What this task involves: Search the entries below. Return every line that has "Quantity" in it.

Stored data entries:

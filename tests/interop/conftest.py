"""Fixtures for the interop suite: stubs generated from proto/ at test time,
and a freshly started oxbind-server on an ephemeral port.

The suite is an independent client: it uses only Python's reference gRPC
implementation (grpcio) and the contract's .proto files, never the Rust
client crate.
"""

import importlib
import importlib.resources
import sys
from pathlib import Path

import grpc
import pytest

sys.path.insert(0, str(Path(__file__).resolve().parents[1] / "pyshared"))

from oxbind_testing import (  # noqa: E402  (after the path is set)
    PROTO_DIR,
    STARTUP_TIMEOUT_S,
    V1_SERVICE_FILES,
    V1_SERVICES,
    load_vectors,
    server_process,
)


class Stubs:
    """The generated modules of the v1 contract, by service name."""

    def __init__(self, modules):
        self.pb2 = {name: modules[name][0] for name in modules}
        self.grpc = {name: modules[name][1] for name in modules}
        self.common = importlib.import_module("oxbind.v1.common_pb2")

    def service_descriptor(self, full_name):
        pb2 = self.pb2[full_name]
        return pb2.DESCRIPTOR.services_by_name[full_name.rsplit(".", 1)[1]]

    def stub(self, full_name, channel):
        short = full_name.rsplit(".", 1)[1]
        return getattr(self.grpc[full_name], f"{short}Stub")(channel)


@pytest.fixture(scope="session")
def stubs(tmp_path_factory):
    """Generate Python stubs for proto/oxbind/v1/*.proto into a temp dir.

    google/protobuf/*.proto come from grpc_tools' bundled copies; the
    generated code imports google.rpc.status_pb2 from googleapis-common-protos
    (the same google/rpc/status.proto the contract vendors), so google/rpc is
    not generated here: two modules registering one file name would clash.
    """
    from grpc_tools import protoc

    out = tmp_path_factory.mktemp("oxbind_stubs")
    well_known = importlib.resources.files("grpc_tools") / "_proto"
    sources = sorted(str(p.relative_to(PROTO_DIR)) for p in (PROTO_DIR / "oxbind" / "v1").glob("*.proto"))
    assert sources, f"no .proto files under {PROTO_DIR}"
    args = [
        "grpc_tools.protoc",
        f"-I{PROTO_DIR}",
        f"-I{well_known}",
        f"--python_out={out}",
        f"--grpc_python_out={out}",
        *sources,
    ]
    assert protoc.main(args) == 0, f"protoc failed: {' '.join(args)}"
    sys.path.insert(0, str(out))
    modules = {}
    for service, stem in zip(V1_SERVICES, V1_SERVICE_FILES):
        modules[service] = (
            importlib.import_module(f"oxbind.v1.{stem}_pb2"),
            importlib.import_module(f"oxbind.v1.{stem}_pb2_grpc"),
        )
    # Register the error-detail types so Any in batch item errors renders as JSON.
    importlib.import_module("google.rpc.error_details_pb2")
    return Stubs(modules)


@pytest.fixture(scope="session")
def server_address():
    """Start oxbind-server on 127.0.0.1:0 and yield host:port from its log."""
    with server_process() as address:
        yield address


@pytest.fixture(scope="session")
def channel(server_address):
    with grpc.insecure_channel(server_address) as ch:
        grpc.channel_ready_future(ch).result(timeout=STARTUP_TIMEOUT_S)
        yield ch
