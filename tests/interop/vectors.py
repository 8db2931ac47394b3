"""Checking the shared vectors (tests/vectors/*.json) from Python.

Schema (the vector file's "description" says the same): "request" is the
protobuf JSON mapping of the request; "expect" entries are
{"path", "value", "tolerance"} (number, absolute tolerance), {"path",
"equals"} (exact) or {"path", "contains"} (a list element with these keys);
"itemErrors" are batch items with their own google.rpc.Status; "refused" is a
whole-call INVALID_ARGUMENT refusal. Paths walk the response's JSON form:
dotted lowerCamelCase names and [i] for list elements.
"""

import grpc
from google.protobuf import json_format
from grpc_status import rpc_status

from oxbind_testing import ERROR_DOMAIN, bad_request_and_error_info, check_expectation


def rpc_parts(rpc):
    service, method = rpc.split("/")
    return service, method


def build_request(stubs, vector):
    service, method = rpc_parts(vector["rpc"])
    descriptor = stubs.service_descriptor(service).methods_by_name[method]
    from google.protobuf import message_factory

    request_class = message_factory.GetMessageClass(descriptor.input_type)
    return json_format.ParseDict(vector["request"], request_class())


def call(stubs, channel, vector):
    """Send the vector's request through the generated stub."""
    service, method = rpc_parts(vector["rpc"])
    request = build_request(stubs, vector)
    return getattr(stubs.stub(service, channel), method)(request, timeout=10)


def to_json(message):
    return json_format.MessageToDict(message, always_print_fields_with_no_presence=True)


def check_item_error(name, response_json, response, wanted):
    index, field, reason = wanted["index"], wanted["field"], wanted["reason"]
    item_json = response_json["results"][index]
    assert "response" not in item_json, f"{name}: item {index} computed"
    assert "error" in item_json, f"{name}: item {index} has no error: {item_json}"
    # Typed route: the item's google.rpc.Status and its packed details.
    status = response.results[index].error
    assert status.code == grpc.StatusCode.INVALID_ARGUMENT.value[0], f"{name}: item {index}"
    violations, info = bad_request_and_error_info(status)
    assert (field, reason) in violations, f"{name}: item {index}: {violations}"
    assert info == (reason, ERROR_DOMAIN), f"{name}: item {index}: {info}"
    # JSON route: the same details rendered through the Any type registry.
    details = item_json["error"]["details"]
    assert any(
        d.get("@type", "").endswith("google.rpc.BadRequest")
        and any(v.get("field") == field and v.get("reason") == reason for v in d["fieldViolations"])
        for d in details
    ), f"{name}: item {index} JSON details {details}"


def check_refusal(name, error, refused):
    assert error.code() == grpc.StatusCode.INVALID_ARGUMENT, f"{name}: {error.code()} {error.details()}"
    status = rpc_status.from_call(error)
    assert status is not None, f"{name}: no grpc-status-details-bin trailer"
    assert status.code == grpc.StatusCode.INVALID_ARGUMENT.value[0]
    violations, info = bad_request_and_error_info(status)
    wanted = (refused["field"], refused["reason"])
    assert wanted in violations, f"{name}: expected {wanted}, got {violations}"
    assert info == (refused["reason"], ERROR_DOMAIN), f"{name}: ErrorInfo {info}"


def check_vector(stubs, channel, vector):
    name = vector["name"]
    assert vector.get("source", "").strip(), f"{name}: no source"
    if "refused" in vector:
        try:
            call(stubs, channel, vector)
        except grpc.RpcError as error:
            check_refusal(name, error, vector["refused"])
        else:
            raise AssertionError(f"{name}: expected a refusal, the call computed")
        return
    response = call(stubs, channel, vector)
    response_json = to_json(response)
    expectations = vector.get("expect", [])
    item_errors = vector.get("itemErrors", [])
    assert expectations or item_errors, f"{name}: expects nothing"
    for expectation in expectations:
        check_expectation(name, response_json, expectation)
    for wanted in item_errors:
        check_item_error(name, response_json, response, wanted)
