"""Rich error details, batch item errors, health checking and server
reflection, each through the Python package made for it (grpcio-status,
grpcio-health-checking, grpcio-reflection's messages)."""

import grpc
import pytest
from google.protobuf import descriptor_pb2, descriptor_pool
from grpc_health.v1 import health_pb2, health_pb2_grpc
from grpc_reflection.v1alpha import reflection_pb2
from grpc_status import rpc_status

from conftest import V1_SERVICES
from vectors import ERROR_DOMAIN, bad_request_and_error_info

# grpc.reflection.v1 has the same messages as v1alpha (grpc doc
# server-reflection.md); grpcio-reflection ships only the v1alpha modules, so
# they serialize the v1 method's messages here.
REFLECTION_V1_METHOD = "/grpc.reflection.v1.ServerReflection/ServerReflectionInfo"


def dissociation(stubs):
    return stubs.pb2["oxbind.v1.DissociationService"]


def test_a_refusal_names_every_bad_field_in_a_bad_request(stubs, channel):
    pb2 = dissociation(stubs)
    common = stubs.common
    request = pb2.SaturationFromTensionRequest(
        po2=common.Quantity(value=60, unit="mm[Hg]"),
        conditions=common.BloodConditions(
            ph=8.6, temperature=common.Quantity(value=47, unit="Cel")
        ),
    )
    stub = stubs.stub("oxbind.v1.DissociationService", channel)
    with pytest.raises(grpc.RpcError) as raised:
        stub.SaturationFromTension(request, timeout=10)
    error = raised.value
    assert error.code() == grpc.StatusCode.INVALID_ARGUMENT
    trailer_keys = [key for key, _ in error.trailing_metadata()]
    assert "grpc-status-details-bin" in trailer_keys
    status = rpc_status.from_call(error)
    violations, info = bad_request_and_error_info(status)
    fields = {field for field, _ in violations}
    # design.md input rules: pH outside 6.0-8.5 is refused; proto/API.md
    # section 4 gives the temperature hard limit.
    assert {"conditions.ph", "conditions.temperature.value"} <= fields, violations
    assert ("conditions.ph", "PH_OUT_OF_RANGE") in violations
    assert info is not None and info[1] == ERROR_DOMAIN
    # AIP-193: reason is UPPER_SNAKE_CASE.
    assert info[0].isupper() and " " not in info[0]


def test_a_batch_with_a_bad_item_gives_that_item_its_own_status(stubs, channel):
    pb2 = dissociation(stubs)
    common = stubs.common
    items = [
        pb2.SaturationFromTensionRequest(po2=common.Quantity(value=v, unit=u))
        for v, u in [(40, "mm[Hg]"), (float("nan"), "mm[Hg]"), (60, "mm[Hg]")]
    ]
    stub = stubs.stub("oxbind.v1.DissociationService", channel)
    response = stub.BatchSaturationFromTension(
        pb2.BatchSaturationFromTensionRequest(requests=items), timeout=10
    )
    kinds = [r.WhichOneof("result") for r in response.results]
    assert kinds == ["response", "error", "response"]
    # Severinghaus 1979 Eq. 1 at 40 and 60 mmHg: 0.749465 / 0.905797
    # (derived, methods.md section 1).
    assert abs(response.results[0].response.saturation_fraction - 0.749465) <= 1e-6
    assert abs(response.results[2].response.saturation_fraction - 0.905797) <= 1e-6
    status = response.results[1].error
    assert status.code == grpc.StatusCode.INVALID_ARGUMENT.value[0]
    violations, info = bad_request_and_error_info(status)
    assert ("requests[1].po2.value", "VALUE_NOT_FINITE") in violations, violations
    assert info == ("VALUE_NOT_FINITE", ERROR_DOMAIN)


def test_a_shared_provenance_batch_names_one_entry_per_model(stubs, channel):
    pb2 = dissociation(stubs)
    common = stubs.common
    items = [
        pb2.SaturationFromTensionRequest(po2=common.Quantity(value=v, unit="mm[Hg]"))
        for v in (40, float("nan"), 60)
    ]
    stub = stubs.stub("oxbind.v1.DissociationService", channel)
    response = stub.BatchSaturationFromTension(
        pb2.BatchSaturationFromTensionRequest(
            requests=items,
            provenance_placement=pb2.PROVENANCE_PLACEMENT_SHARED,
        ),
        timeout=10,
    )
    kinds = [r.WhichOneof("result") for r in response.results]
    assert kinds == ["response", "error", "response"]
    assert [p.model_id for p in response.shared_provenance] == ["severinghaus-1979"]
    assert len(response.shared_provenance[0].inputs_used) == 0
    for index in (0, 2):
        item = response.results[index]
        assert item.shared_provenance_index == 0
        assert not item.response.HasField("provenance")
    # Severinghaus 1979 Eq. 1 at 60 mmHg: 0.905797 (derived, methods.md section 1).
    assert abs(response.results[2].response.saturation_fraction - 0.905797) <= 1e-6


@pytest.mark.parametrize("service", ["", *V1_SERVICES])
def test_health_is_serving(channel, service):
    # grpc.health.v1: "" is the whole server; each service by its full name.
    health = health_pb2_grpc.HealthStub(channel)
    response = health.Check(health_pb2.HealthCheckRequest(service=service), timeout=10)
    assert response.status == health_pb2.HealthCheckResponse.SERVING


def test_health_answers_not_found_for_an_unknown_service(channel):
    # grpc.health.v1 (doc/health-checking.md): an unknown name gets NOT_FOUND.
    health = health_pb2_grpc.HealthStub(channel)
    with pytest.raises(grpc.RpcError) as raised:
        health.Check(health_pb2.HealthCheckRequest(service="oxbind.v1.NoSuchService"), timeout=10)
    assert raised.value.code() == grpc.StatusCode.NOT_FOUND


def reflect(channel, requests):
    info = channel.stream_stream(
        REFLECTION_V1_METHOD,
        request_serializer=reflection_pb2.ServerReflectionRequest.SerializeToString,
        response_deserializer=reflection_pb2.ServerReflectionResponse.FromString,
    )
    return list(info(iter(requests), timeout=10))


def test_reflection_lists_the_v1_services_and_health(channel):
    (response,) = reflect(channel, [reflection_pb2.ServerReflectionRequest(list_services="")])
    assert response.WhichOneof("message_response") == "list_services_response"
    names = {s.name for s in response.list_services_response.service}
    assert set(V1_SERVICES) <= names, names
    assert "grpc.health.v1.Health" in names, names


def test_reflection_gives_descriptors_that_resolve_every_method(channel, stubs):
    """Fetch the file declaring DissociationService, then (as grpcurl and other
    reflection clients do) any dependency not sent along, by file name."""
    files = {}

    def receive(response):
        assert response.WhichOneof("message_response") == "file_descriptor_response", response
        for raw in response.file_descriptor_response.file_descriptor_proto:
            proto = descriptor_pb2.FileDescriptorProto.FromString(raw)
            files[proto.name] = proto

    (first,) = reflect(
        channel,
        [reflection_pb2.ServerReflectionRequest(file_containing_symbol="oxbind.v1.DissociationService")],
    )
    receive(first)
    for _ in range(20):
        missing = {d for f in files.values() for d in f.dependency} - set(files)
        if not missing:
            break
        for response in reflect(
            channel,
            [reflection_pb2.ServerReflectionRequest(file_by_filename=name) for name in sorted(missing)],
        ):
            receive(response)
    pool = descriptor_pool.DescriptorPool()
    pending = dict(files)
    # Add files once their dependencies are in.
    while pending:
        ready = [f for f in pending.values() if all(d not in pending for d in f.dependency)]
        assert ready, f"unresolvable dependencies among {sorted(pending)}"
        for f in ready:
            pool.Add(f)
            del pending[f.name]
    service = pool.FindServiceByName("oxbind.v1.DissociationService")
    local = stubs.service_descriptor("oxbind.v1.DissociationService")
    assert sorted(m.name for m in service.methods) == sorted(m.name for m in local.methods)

Task result:
        po2=common.Quantity(value=60, unit="mm[Hg]"),
            ph=8.6, temperature=common.Quantity(value=47, unit="Cel")
        pb2.SaturationFromTensionRequest(po2=common.Quantity(value=v, unit=u))
        pb2.SaturationFromTensionRequest(po2=common.Quantity(value=v, unit="mm[Hg]"))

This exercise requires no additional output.